En esa segunda parte la novela sostiene un ritmo absorbente, como si se hubiera deshecho el autor del lastre técnico y lo hubiera reemplazado por la poesía de altura. Se le acusó a Ignacio Aldecoa de virtuosismo, como si eso fuera un defecto, pero no cometió el error de mantener el alarde cuando lo que manda es la tensión. Antes del amargo desenlace, el autor pasa revista:
En la punta de proa paleaban los hermanos Quiroga. Afá ocupaba su puesto habitual junto al palo. Macario echaba bacalaos a sus espaldas para trabajo de los engrasadores [Manuel Espina, Juan Arenas y Gato Rojo] que carneaban sobre unos cajones. Sas, Artola y Ugalde trabajaban en hilera pegados a los carretes. Desde el puente contemplaba Paulino Castro, sin oficio en la pesca. Simón Orozco llevaba el barco al rumbo y atendía al arrastre iniciado. Domingo Ventura tascaba boquilla en el espardel, oculto a los marineros de proa, visto únicamente por los engrasadores que hacían faena debajo de él.
A partir de entonces los cabos se empiezan a atar. Los dos marinos viejos, Simón y Macario, patrón sobrio y cansado y marinero excéntrico y leal, toman el timón de la novela.
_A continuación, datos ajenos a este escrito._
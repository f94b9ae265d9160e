#!/usr/bin/env bash
# Debian packages the tests need: Chromium for the browser tests, PostgreSQL 15 for the database.
set -euo pipefail
missing=()
[ -x /usr/bin/chromium ] || missing+=(chromium)
if ! ls /usr/lib/postgresql/*/bin/postgres >/dev/null 2>&1; then missing+=(postgresql-15); fi
[ ${#missing[@]} -eq 0 ] && exit 0
if [ "$(id -u)" -ne 0 ]; then
  echo "Missing Debian packages: ${missing[*]}. Install them with: sudo apt-get install -y ${missing[*]}" >&2
  exit 1
fi
echo "Installing Debian packages: ${missing[*]} ..."
mkdir -p /etc/postgresql-common/createcluster.d
echo 'create_main_cluster = false' > /etc/postgresql-common/createcluster.d/ligandry.conf
export DEBIAN_FRONTEND=noninteractive
apt-get update -qq >/dev/null
apt-get install -y -qq "${missing[@]}" >/dev/null
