// Rebuilds the web export when client sources change (used by npm run dev); one build at a time.
const { spawn } = require('node:child_process');
const fs = require('node:fs');
const path = require('node:path');

const root = path.resolve(__dirname, '..');
const dirs = ['app', 'components', 'lib', 'shared', 'assets'];
let timer = null;
let building = false;
let again = false;

function build() {
  if (building) {
    again = true;
    return;
  }
  building = true;
  const child = spawn('bash', ['scripts/build-web.sh'], { cwd: root, stdio: 'inherit' });
  child.on('exit', () => {
    building = false;
    if (again) {
      again = false;
      build();
    }
  });
}

for (const dir of dirs) {
  const full = path.join(root, dir);
  if (!fs.existsSync(full)) continue;
  fs.watch(full, { recursive: true }, () => {
    clearTimeout(timer);
    timer = setTimeout(build, 300);
  });
}
console.log('Watching client sources; the web app rebuilds on change (reload the page).');
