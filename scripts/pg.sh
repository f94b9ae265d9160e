#!/usr/bin/env bash
# Ligandry's own PostgreSQL: Debian's server package, data under .data/, listening on loopback only.
# Usage: scripts/pg.sh start | stop | status | running | url [database] | install
# Settings: LIGANDRY_PG_PORT (default 54329), LIGANDRY_PG_OPTS (extra server options, e.g. "-c fsync=off").
set -euo pipefail

ROOT="$(cd "$(dirname "${BASH_SOURCE[0]}")/.." && pwd)"
DATA_DIR="$ROOT/.data"
PASS_FILE="$DATA_DIR/pg-password"
PORT_FILE="$DATA_DIR/pg-port"
PORT="${LIGANDRY_PG_PORT:-54329}"
DB_USER="ligandry"

die() { printf '\nPostgreSQL: %s\n\n' "$*" >&2; exit 1; }
say() { printf 'PostgreSQL: %s\n' "$*"; }
is_root() { [ "$(id -u)" -eq 0 ]; }

# As root, the server runs as the postgres user (initdb and postgres refuse to run as root).
as_pg() { if is_root; then (cd / && runuser -u postgres -- "$@"); else "$@"; fi; }

find_bindir() {
  local v
  for v in 17 16 15 14 13; do
    if [ -x "/usr/lib/postgresql/$v/bin/postgres" ]; then echo "/usr/lib/postgresql/$v/bin"; return 0; fi
  done
  if command -v pg_config >/dev/null 2>&1; then
    local d; d="$(pg_config --bindir 2>/dev/null || true)"
    if [ -n "$d" ] && [ -x "$d/postgres" ]; then echo "$d"; return 0; fi
  fi
  return 1
}

install_server() {
  command -v apt-get >/dev/null 2>&1 || die "no server found and apt-get is not available: install PostgreSQL 15 and run again."
  is_root || die "no server found. Install it with: sudo apt-get install -y postgresql-15   (then run again)"
  say "installing Debian's postgresql-15 (one time, about a minute)"
  # Keep Debian from creating and starting its own cluster on port 5432.
  mkdir -p /etc/postgresql-common/createcluster.d
  echo 'create_main_cluster = false' > /etc/postgresql-common/createcluster.d/ligandry.conf
  export DEBIAN_FRONTEND=noninteractive
  apt-get update -qq >/dev/null || die "apt-get update failed; check the package sources."
  apt-get install -y -qq postgresql-15 >/dev/null || apt-get install -y -qq postgresql >/dev/null \
    || die "apt-get could not install postgresql-15."
}

BINDIR=""
need_server() {
  BINDIR="$(find_bindir || true)"
  if [ -z "$BINDIR" ]; then install_server; BINDIR="$(find_bindir || true)"; fi
  [ -n "$BINDIR" ] || die "the server is still missing after installing; look for postgres under /usr/lib/postgresql."
}

# Data, socket and log live under .data/. When root runs us from a folder the postgres user cannot
# enter (for example under /root), they live in /var/lib/ligandry/<hash> with links under .data/.
locate_dirs() {
  mkdir -p "$DATA_DIR"
  local base="$DATA_DIR"
  if is_root && ! runuser -u postgres -- test -x "$DATA_DIR" 2>/dev/null; then
    base="/var/lib/ligandry/$(printf '%s' "$ROOT" | sha1sum | cut -c1-12)"
    mkdir -p "$base"
    for d in pg pg-run pg-log; do
      [ -e "$DATA_DIR/$d" ] || ln -s "$base/$d" "$DATA_DIR/$d"
    done
  fi
  PGDATA_DIR="$base/pg"
  RUN_DIR="$base/pg-run"
  LOG_DIR="$base/pg-log"
  # Unix socket paths are limited to about 107 bytes.
  if [ $(( ${#RUN_DIR} + 20 )) -gt 100 ]; then
    RUN_DIR="/tmp/ligandry-pg-$(printf '%s' "$ROOT" | sha1sum | cut -c1-12)"
  fi
  LOG_FILE="$LOG_DIR/postgres.log"
  mkdir -p "$PGDATA_DIR" "$RUN_DIR" "$LOG_DIR"
  chmod 700 "$PGDATA_DIR" "$RUN_DIR"
  if is_root; then chown postgres:postgres "$PGDATA_DIR" "$RUN_DIR" "$LOG_DIR"; fi
}

init_cluster() {
  [ -s "$PGDATA_DIR/PG_VERSION" ] && return 0
  say "creating a new cluster in .data/pg"
  if [ ! -s "$PASS_FILE" ]; then
    (umask 077; head -c 24 /dev/urandom | base64 | tr -dc 'A-Za-z0-9' > "$PASS_FILE")
  fi
  local pw="$RUN_DIR/initdb-pw"
  cp "$PASS_FILE" "$pw"
  if is_root; then chown postgres "$pw"; fi
  chmod 600 "$pw"
  if ! as_pg "$BINDIR/initdb" -D "$PGDATA_DIR" -U "$DB_USER" --pwfile="$pw" -E UTF8 --no-locale \
      --auth-local=trust --auth-host=scram-sha-256 >"$LOG_DIR/initdb.log" 2>&1; then
    rm -f "$pw"
    die "initdb failed; see $LOG_DIR/initdb.log"
  fi
  rm -f "$pw"
}

running() { [ -n "$BINDIR" ] && [ -s "$PGDATA_DIR/PG_VERSION" ] && as_pg "$BINDIR/pg_ctl" -D "$PGDATA_DIR" status >/dev/null 2>&1; }

port_taken() { (exec 3<>"/dev/tcp/127.0.0.1/$1") 2>/dev/null; }

start() {
  need_server
  locate_dirs
  init_cluster
  if running; then say "already running on 127.0.0.1:$(cat "$PORT_FILE" 2>/dev/null || echo "$PORT")"; return 0; fi
  if port_taken "$PORT"; then
    die "port $PORT on 127.0.0.1 is taken by another program. Stop it, or set LIGANDRY_PG_PORT to a free port."
  fi
  local before=0
  [ -f "$LOG_FILE" ] && before="$(stat -c %s "$LOG_FILE")"
  if ! as_pg "$BINDIR/pg_ctl" -D "$PGDATA_DIR" -l "$LOG_FILE" -w -t 60 \
      -o "-c listen_addresses=127.0.0.1 -p $PORT -k $RUN_DIR ${LIGANDRY_PG_OPTS:-}" start >/dev/null 2>&1; then
    # Show what this attempt wrote to the log, not earlier runs.
    tail -c +"$((before + 1))" "$LOG_FILE" 2>/dev/null | tail -n 15 >&2 || true
    die "failed to start; the log is $LOG_FILE"
  fi
  echo "$PORT" > "$PORT_FILE"
  say "running on 127.0.0.1:$PORT (log: $LOG_FILE)"
}

stop() {
  BINDIR="$(find_bindir || true)"
  [ -n "$BINDIR" ] || { say "not installed"; return 0; }
  locate_dirs
  if running; then as_pg "$BINDIR/pg_ctl" -D "$PGDATA_DIR" -m fast -w stop >/dev/null; say "stopped"; else say "not running"; fi
}

url() {
  [ -s "$PASS_FILE" ] || die "no cluster yet: run scripts/pg.sh start first."
  local port; port="$(cat "$PORT_FILE" 2>/dev/null || echo "$PORT")"
  echo "postgres://$DB_USER:$(cat "$PASS_FILE")@127.0.0.1:$port/${1:-ligandry}"
}

case "${1:-}" in
  start) start ;;
  stop) stop ;;
  install) need_server; say "server binaries in $BINDIR" ;;
  running) BINDIR="$(find_bindir || true)"; [ -n "$BINDIR" ] || exit 1; locate_dirs; running ;;
  status) BINDIR="$(find_bindir || true)"; [ -n "$BINDIR" ] || { say "not installed"; exit 1; }; locate_dirs
    if running; then say "running on 127.0.0.1:$(cat "$PORT_FILE" 2>/dev/null || echo "$PORT")"; else say "not running"; exit 1; fi ;;
  url) url "${2:-}" ;;
  *) echo "usage: scripts/pg.sh start | stop | status | running | url [database] | install" >&2; exit 2 ;;
esac
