// Silver chloride in dilute ammonia, as the server stored it when the run was saved.
const problem = {
  components: ['Ag+', 'Cl-', 'NH3'],
  totals: { 'Ag+': 0.01, 'Cl-': 0.01, NH3: 0.1 },
  fixed: {},
  species: [
    { name: 'Ag(NH3)+', logK: 3.31, stoich: { 'Ag+': 1, NH3: 1 } },
    { name: 'Ag(NH3)2+', logK: 7.23, stoich: { 'Ag+': 1, NH3: 2 } },
  ],
  solids: [{ name: 'AgCl(s)', logKsp: -9.75, stoich: { 'Ag+': 1, 'Cl-': 1 } }],
  activity: 'davies',
};
const result = {
  status: 'converged',
  free: { 'Ag+': 3.91e-8, 'Cl-': 0.005313, NH3: 0.08938 },
  species: { 'Ag+': 3.91e-8, 'Cl-': 0.005313, NH3: 0.08938, 'Ag(NH3)+': 7.136e-6, 'Ag(NH3)2+': 0.005305 },
  solids: { 'AgCl(s)': 0.004687 },
  saturation: { 'AgCl(s)': 0 },
  ionicStrength: 0.005313,
  iterations: 8,
  residual: 5.2e-16,
  warnings: [],
  activity: 'davies',
  temperatureC: 25,
};
const constant = (id: number, version: number, reaction: string, logValue: number, kind: string) => ({
  id,
  lineageId: `lin-${id}`,
  version,
  status: 'approved',
  kind,
  reaction,
  logValue,
  temperatureC: 25,
  source: 'Handbook table 4, 2004',
});
const system = { metals: ['Ag+'], ligands: ['Cl-', 'NH3'], counterIons: [], totals: problem.totals, pH: 9.5, activity: 'davies', includeDrafts: true };
const run = {
  ...summaries[0],
  inputs: { system, params: {}, bathId: fixerBath.id },
  problem,
  engineVersion: '1.2.0',
  result,
  constants: [
    { ...constant(31, 1, 'Ag+ + 2 NH3 = Ag(NH3)2+', 7.23, 'cumulative_formation'), supersededBy: { id: 32, version: 2, logValue: 7.4 }, statusNow: 'retired' },
    { ...constant(40, 3, 'AgCl(s) = Ag+ + Cl-', -9.75, 'solubility_product'), supersededBy: null, statusNow: 'approved' },
  ],
  warnings: ['Uses 1 draft not yet reviewed.'],
  output: null,
  safety: { hazards: [], flagged: false, review: null, released: null },
};
// Cora's own headroom run: her chemist account may delete it.
const headroomRun = {
  ...summaries[1],
  title: 'AgCl headroom',
  status: 'converged',
  verdict: 'The bath takes 0.012 mol/L more AgCl(s) before a solid persists.',
  inputs: { system, params: { solid: 'AgCl(s)' } },
  problem,
  engineVersion: '1.2.0',
  result,
  constants: [],
  warnings: [],
  output: null,
  safety: { hazards: [], flagged: false, review: null, released: null },
};
function bath(extra: Partial<BathSummary>): BathSummary {
  return {
    id: 'bath-fix',
    name: 'Fixer tank 2',
    process: 'cyanide_silver_plate',
    status: 'active',
    volume: 120,
    volumeUnit: 'L',
    volumeL: 120,
    temperatureC: 25,
    makeUp: [],
    metal: 'Ag+',
    ligand: 'CN-',
    metalUnit: 'g/L',
    ligandUnit: 'g/L',
    ligandAs: 'KCN',
    carbonateAs: null,
    extras: [],
    targets: { metal: { min: null, max: null }, freeLigand: { min: null, max: null }, pH: { min: null, max: null } },
    site: '',
    owner: cora,
    notes: '',
    createdBy: cora,
    createdAt: '2026-02-01T10:00:00.000Z',
    updatedAt: '2026-02-01T10:00:00.000Z',
    archivedAt: null,
    hazards: [],
    review: null,
    analysisCount: 0,
    lastAnalysisAt: null,
    lastAnalysisAgeDays: null,
    outOfRange: [],
    ...extra,
  };
}
const baths = [bath({}), bath({ id: 'bath-old', name: 'Old silver line', status: 'archived', archivedAt: '2026-02-20T10:00:00.000Z' })];

function open(url: string, routes: Routes) {
  const fetchMock = mockApi(routes);
  const view = renderRouter('./app', { initialUrl: url });
  return { fetchMock, view };
}

function makeWide() {
  Dimensions.set({ window: wideWindow, screen: wideWindow });
}

/** The GET paths asked for so far. */
function gets(fetchMock: jest.Mock): string[] {
  return fetchMock.mock.calls.filter(([, init]) => ((init as RequestInit | undefined)?.method ?? 'GET') === 'GET').map(([p]) => p as string);
}

afterEach(() => {
  Dimensions.set({ window: phone, screen: phone });
  jest.restoreAllMocks();
});

describe('Saved runs list', () => {
  it('shows loading, then an error with retry', async () => {
    open('/calculate/runs', { '/api/runs': 'pending' });
    expect(await screen.findByText('Loading saved runs…')).toBeOnTheScreen();
    open('/calculate/runs', { '/api/runs': { status: 500, body: errorBody('internal', 'Something broke on the server.') } });
    expect(await screen.findByText('Something broke on the server.')).toBeOnTheScreen();
    mockApi({ '/api/runs': { status: 200, body: summaries } });
    fireEvent.press(screen.getByRole('button', { name: 'Retry' }));
    expect(await screen.findByText('Fixer tank 2, after top-up')).toBeOnTheScreen();
  });

  it('says when nothing has been saved yet', async () => {
    open('/calculate/runs', { '/api/runs': { status: 200, body: [] } });
    expect(await screen.findByText('No saved runs yet')).toBeOnTheScreen();
    expect(screen.getByRole('link', { name: 'Open the calculators' })).toBeOnTheScreen();
  });

  it('lists runs newest first with calculator, bath, author, status, drafts and the verdict on one line', async () => {
    open('/calculate/runs', { '/api/runs': { status: 200, body: [...summaries].reverse() } });
    const links = await screen.findAllByRole('link', { name: /Fixer tank 2|Untitled run/ });
    expect(links.map((l) => l.props.accessibilityLabel)).toEqual(['Fixer tank 2, after top-up', 'Untitled run']);
    expect(screen.getByText('2 runs')).toBeOnTheScreen();
    const first = within(screen.getByTestId('run-run-2'));
    expect(first.getByText(/Speciation · Theo Bench · /)).toBeOnTheScreen();
    expect(first.getByText('Bath: Fixer tank 2')).toBeOnTheScreen();
    expect(first.getByText('Settled')).toBeOnTheScreen();
    expect(first.getByText('Uses drafts')).toBeOnTheScreen();
    expect(screen.getByTestId('run-run-2-verdict')).toHaveProp('numberOfLines', 1);
    expect(screen.getByTestId('run-run-2')).toHaveProp('accessibilityHint', expect.stringContaining('no solid forms'));
    const second = within(screen.getByTestId('run-run-1'));
    expect(second.getByText(/Headroom · Cora Quill · /)).toBeOnTheScreen();
    expect(second.getByText('Did not settle')).toBeOnTheScreen();
    expect(second.queryByText('Uses drafts')).toBeNull();
    expect(second.queryByText(/^Bath:/)).toBeNull();
  });

  it('reads its filters from the link and sends them', async () => {
    const path = '/api/runs?author=u-chem&calculator=headroom&from=2026-03-01&to=2026-03-31';
    const { fetchMock } = open('/calculate/runs?calculator=headroom&author=mine&from=2026-03-01&to=2026-03-31', {
      [path]: { status: 200, body: [summaries[1]] },
    });
    expect(await screen.findByText('Untitled run')).toBeOnTheScreen();
    expect(gets(fetchMock)).toContain(path);
    expect(gets(fetchMock)).not.toContain('/api/runs');
    expect(screen.getByRole('radio', { name: 'Mine' })).toBeChecked();
    expect(screen.getByRole('button', { name: 'Show filters, 4 on' })).toBeOnTheScreen();
  });

  it('narrows by who saved, calculator, bath and dates, and says when nothing matches', async () => {
    makeWide();
    const { fetchMock } = open('/calculate/runs', {
      '/api/runs': { status: 200, body: summaries },
      '/api/runs?author=u-chem': { status: 200, body: [summaries[1]] },
      '/api/runs?author=u-chem&calculator=headroom': { status: 200, body: [summaries[1]] },
      '/api/runs?author=u-chem&bath=bath-old&calculator=headroom': { status: 200, body: [] },
      '/api/runs?author=u-chem&bath=bath-old&calculator=headroom&from=2026-03-02': { status: 200, body: [] },
      '/api/baths?status=all': { status: 200, body: baths },
    });
    expect(await screen.findByText('2 runs')).toBeOnTheScreen();
    fireEvent.press(screen.getByRole('radio', { name: 'Mine' }));
    expect(await screen.findByText('1 run')).toBeOnTheScreen();
    fireEvent.press(screen.getByRole('radio', { name: 'Headroom' }));
    await waitFor(() => expect(gets(fetchMock)).toContain('/api/runs?author=u-chem&calculator=headroom'));
    fireEvent.press(await screen.findByRole('radio', { name: 'Old silver line (archived)' }));
    expect(await screen.findByText('No runs match')).toBeOnTheScreen();

    fireEvent.changeText(screen.getByLabelText('From'), '2026-3-2');
    expect(await screen.findByText('Write the date as YYYY-MM-DD, for example 2026-03-01.')).toBeOnTheScreen();
    expect(gets(fetchMock).some((p) => p.includes('from='))).toBe(false);
    fireEvent.changeText(screen.getByLabelText('From'), '2026-03-02');
    await waitFor(() => expect(gets(fetchMock)).toContain('/api/runs?author=u-chem&bath=bath-old&calculator=headroom&from=2026-03-02'));
    expect(screen.queryByText(/Write the date as/)).toBeNull();

    // One in the filters, one in the "no match" box.
    expect(screen.getAllByRole('button', { name: 'Clear filters' })).toHaveLength(2);
    fireEvent.press(screen.getAllByRole('button', { name: 'Clear filters' })[1]!);
    expect(await screen.findByText('2 runs')).toBeOnTheScreen();
    expect(screen.getByRole('radio', { name: 'Everyone' })).toBeChecked();
  });

  it('folds the filters away on a phone', async () => {
    open('/calculate/runs', { '/api/runs': { status: 200, body: summaries }, '/api/baths?status=all': { status: 200, body: baths } });
    expect(await screen.findByText('2 runs')).toBeOnTheScreen();
    expect(screen.queryByRole('radio', { name: 'Headroom' })).toBeNull();
    fireEvent.press(screen.getByRole('button', { name: 'Show filters' }));
    expect(screen.getByRole('radio', { name: 'Headroom' })).toBeOnTheScreen();
    expect(await screen.findByRole('radio', { name: 'Fixer tank 2' })).toBeOnTheScreen();
  });
});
Al patrón le sale un pronto algo Melville, con «esa chaladura», como dice Espina, que tiene con las cailas, los tiburones que se acercan al barco cuando los marineros devuelven al mar la pesca que no les sale rentable guardar en la nevera. Los odia, y solo pierde la compostura cuando ve uno y ordena que lo rajen con el gamo, una especie de gancho. Los tiburones se aprovechan de la pesca de arrastre, que saca toneladas de pescado muerto, y en cierto modo, como un doloroso equilibrio poético, se vengan del patrón que los masacra cuando una red cargada le cae encima y lo aplasta. Sus últimas horas, atendido por Macario, amarrado a una litera mientras el barco se encara con el oleaje para no irse a pique (lo que aquí se llama hacer la capa), son las páginas más emocionantes de una novela impertérrita. Los viejos marineros aguantan atados a su destino, hasta que uno acabe en un cajón de tablas de pescado y el otro en alguna taberna sin bandera. Entonces todo es tragedia clásica y no hacen falta tecnicismos, y los pocos que se usan ya son de un idioma conocido.
Ignacio Aldecoa, Gran sol, Alfaguara, 2001 (=1957), 303 p.